▶ [What the exercise asks] The answer should consist of each line below that contains the word "output".

▶ [Extracted data]
- Opening Delimiter -

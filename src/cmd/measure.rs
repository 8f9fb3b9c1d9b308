//! `bandwarden measure`: average the whole input into one spectrum and measure it.

use crate::app::note;
use crate::cli::{DspArgs, InputArgs, MeasureArgs};
use crate::cmd::log;
use crate::dsp::{Engine, EngineConfig, Spectrum, Window};
use crate::measure::stats::gamma_quantile_unit_mean;
use crate::measure::{
    band_power, find_signals, noise_floor, occupied_bandwidth, xdb_bandwidth, Detection,
};
use crate::output::report::ChannelRow;
use crate::output::report::{BandRow, IssuesRow, PeakRow, Report};
use crate::pipeline::Input;
use crate::plan::Plan;
use crate::source::reader::ReaderOptions;
use crate::source::{self, InputIssues};
use crate::units::{db, format_hz};
use anyhow::{bail, Result};
use std::process::ExitCode;
use std::sync::atomic::Ordering;

/// Seconds of the demo scene measured when no input and no `--seconds` are given.
const DEMO_SECONDS: f64 = 2.0;

/// What plain `bandwarden` does until the live monitor exists: a report on the demo scene.
pub fn run_default() -> Result<ExitCode> {
    run(MeasureArgs {
        input: None,
        source: InputArgs::default(),
        dsp: DspArgs {
            fft_size: 4096,
            window: crate::dsp::WindowKind::Hann,
            overlap: 0.5,
            threads: None,
        },
        seconds: None,
        peaks: 10,
        bands: Vec::new(),
        obw_percent: 99.0,
        xdb: 26.0,
        json: false,
        channels: crate::plan::ChannelArgs::default(),
    })
}

pub fn run(args: MeasureArgs) -> Result<ExitCode> {
    if args.obw_percent.is_nan() || args.obw_percent <= 0.0 || args.obw_percent >= 100.0 {
        bail!(
            "--obw-percent {} is out of range; choose a value between 0 and 100 (99 is usual)",
            args.obw_percent
        );
    }
    if args.xdb.is_nan() || args.xdb <= 0.0 {
        bail!("--xdb {} must be a positive number of dB (26 is usual)", args.xdb);
    }
    let cfg = args.dsp.engine(None).map_err(anyhow::Error::msg)?;
    let plan = args.channels.plan()?;
    let mut notes = Vec::new();
    let src = source::open(&args.source.request(args.input.clone()), &mut notes)?;
    notes.iter().for_each(|n| note(n));
    let seconds = args.seconds.or(if args.input.is_none() { Some(DEMO_SECONDS) } else { None });
    if let Some(s) = seconds {
        if s.is_nan() || s <= 0.0 {
            bail!("--seconds {s} must be positive");
        }
    }
    let max_samples = seconds.map(|s| (s * src.info().sample_rate_hz).round() as u64);
    let setup = if plan.is_empty() {
        None
    } else {
        let (interval, hang) = log::default_durations();
        let mut setup = log::Setup::new(src.info(), &cfg, &plan, &args.channels, interval, hang)?;
        setup.threads = args.dsp.threads();
        Some(setup)
    };
    let input = Input::start(src, ReaderOptions { max_samples, ..Default::default() });
    let info = input.info.clone();

    let (spectrum, samples, occupancy) = match &setup {
        None => {
            let (spectrum, samples) = average_all(&input, cfg.clone(), args.dsp.threads());
            (spectrum, samples, None)
        }
        Some(setup) => {
            let whole = log::measure_channels(&input, setup);
            (whole.spectrum, whole.samples, Some((whole.occupancy, whole.dwell_s)))
        }
    };
    let dropped = input.stats.dropped.load(Ordering::Relaxed);
    let issues = input.finish()?;
    crate::app::report_input_issues(&issues);
    let Some(spectrum) = spectrum else {
        if samples == 0 {
            bail!(
                "the input '{}' holds no samples; check the file, or that the pipe delivers data",
                info.label
            );
        }
        bail!(
            "the input '{}' holds {samples} samples, fewer than one FFT frame of {}; use a smaller --fft",
            info.label,
            cfg.fft_size
        );
    };
    if spectrum.psd.iter().any(|p| !p.is_finite()) {
        bail!(
            "the spectrum of '{}' overflowed: {} samples are too large to square (float input should lie within ±1); the input is probably not {}; check --format",
            info.label,
            issues.beyond_scale,
            info.format.map_or("in the format it was read as".to_string(), |f| f.to_string())
        );
    }
    let mut report = build_report(&args, &info.label, &spectrum, samples, &issues, dropped)?;
    if let Some((occupancy, dwell_s)) = occupancy {
        report.channels = channel_rows(&plan, &spectrum, &occupancy, dwell_s, args.obw_percent);
    }
    if args.json {
        println!("{}", report.to_json());
    } else {
        print!("{}", report.to_table(args.obw_percent, args.xdb));
    }
    Ok(ExitCode::SUCCESS)
}

/// Runs the DSP over the whole input on this thread; returns the average and the sample count.
fn average_all(input: &Input, cfg: EngineConfig, threads: usize) -> (Option<Spectrum>, u64) {
    let mut engine = Engine::new(cfg, input.info.sample_rate_hz, input.info.center_hz);
    engine.set_threads(threads);
    let mut out = None;
    let mut samples = 0u64;
    for block in input.blocks.iter() {
        samples += block.samples.len() as u64;
        engine.push(block.start, &block.samples, &mut |s| out = Some(s));
    }
    engine.finish(&mut |s| out = Some(s));
    (out, samples)
}

fn build_report(
    args: &MeasureArgs,
    label: &str,
    spec: &Spectrum,
    samples: u64,
    issues: &InputIssues,
    dropped: u64,
) -> Result<Report> {
    let window = Window::new(spec.window, spec.fft_size);
    let floor = noise_floor(&spec.psd, spec.dof);
    let det = Detection { obw_percent: args.obw_percent, ..Detection::default() };
    let peaks = find_signals(spec, &window, floor, args.peaks, det)
        .into_iter()
        .map(|s| PeakRow {
            freq_hz: s.freq_hz,
            level_dbfs: s.level_dbfs,
            snr_db: s.snr_db,
            power_dbfs: s.power_dbfs,
            obw_hz: s.obw.width_hz(),
        })
        .collect();
    let (span_lo, span_hi) = spec.span_hz();
    let mut bands = Vec::new();
    for b in &args.bands {
        let (lo, hi) = (b.center_hz - b.width_hz / 2.0, b.center_hz + b.width_hz / 2.0);
        if lo < span_lo - 1e-6 || hi > span_hi + 1e-6 {
            bail!(
                "band {} wide at {} reaches outside the captured span {} .. {}; check --band and --center",
                format_hz(b.width_hz),
                format_hz(b.center_hz),
                format_hz(span_lo),
                format_hz(span_hi)
            );
        }
        let obw = occupied_bandwidth(spec, lo, hi, args.obw_percent);
        let xdb = xdb_bandwidth(spec, lo, hi, args.xdb);
        bands.push(BandRow {
            center_hz: b.center_hz,
            width_hz: b.width_hz,
            power_dbfs: db(band_power(spec, lo, hi)),
            obw_hz: obw.map_or(0.0, |e| e.width_hz()),
            obw_low_hz: obw.map_or(b.center_hz, |e| e.low_hz),
            obw_high_hz: obw.map_or(b.center_hz, |e| e.high_hz),
            xdb_bandwidth_hz: xdb.map_or(0.0, |e| e.width_hz()),
        });
    }
    Ok(Report {
        source: label.to_string(),
        sample_rate_hz: spec.sample_rate_hz,
        center_hz: spec.center_hz,
        fft_size: spec.fft_size,
        window: spec.window.to_string(),
        rbw_hz: spec.rbw_hz,
        enbw_bins: spec.enbw_bins,
        frames: spec.frames,
        samples,
        duration_s: samples as f64 / spec.sample_rate_hz,
        dof: spec.dof,
        psd_uncertainty_db: uncertainty_db(spec.dof),
        total_power_dbfs: db(spec.total_power()),
        noise_floor_dbfs_per_hz: db(floor),
        peaks,
        bands,
        channels: Vec::new(),
        input_issues: IssuesRow {
            non_finite_samples: issues.non_finite,
            beyond_scale_samples: issues.beyond_scale,
            trailing_bytes: issues.trailing_bytes,
            dropped_samples: dropped,
        },
    })
}

/// Power and occupied bandwidth of each plan channel in the whole-input average, with the
/// channel's occupancy over the whole input.
fn channel_rows(
    plan: &Plan,
    spec: &Spectrum,
    occupancy: &[(f64, u64)],
    dwell_s: f64,
    obw_percent: f64,
) -> Vec<ChannelRow> {
    plan.channels
        .iter()
        .zip(occupancy)
        .map(|(c, &(pct, n))| ChannelRow {
            name: c.name.clone(),
            center_hz: c.center_hz,
            width_hz: c.width_hz,
            power_dbfs: db(band_power(spec, c.low_hz(), c.high_hz())),
            obw_hz: occupied_bandwidth(spec, c.low_hz(), c.high_hz(), obw_percent)
                .map_or(0.0, |e| e.width_hz()),
            occupancy_pct: pct,
            samples: n,
            dwell_s,
        })
        .collect()
}

/// Half-width in dB of the 95 % interval of `χ²_ν/ν` (the larger side).
pub fn uncertainty_db(dof: f64) -> f64 {
    let a = dof / 2.0;
    let lo = gamma_quantile_unit_mean(0.025, a);
    let hi = gamma_quantile_unit_mean(0.975, a);
    (-db(lo)).max(db(hi))
}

- Closing Delimiter -

▶ [Completed exercise]
use crate::output::report::ChannelRow;
use crate::output::report::{BandRow, IssuesRow, PeakRow, Report};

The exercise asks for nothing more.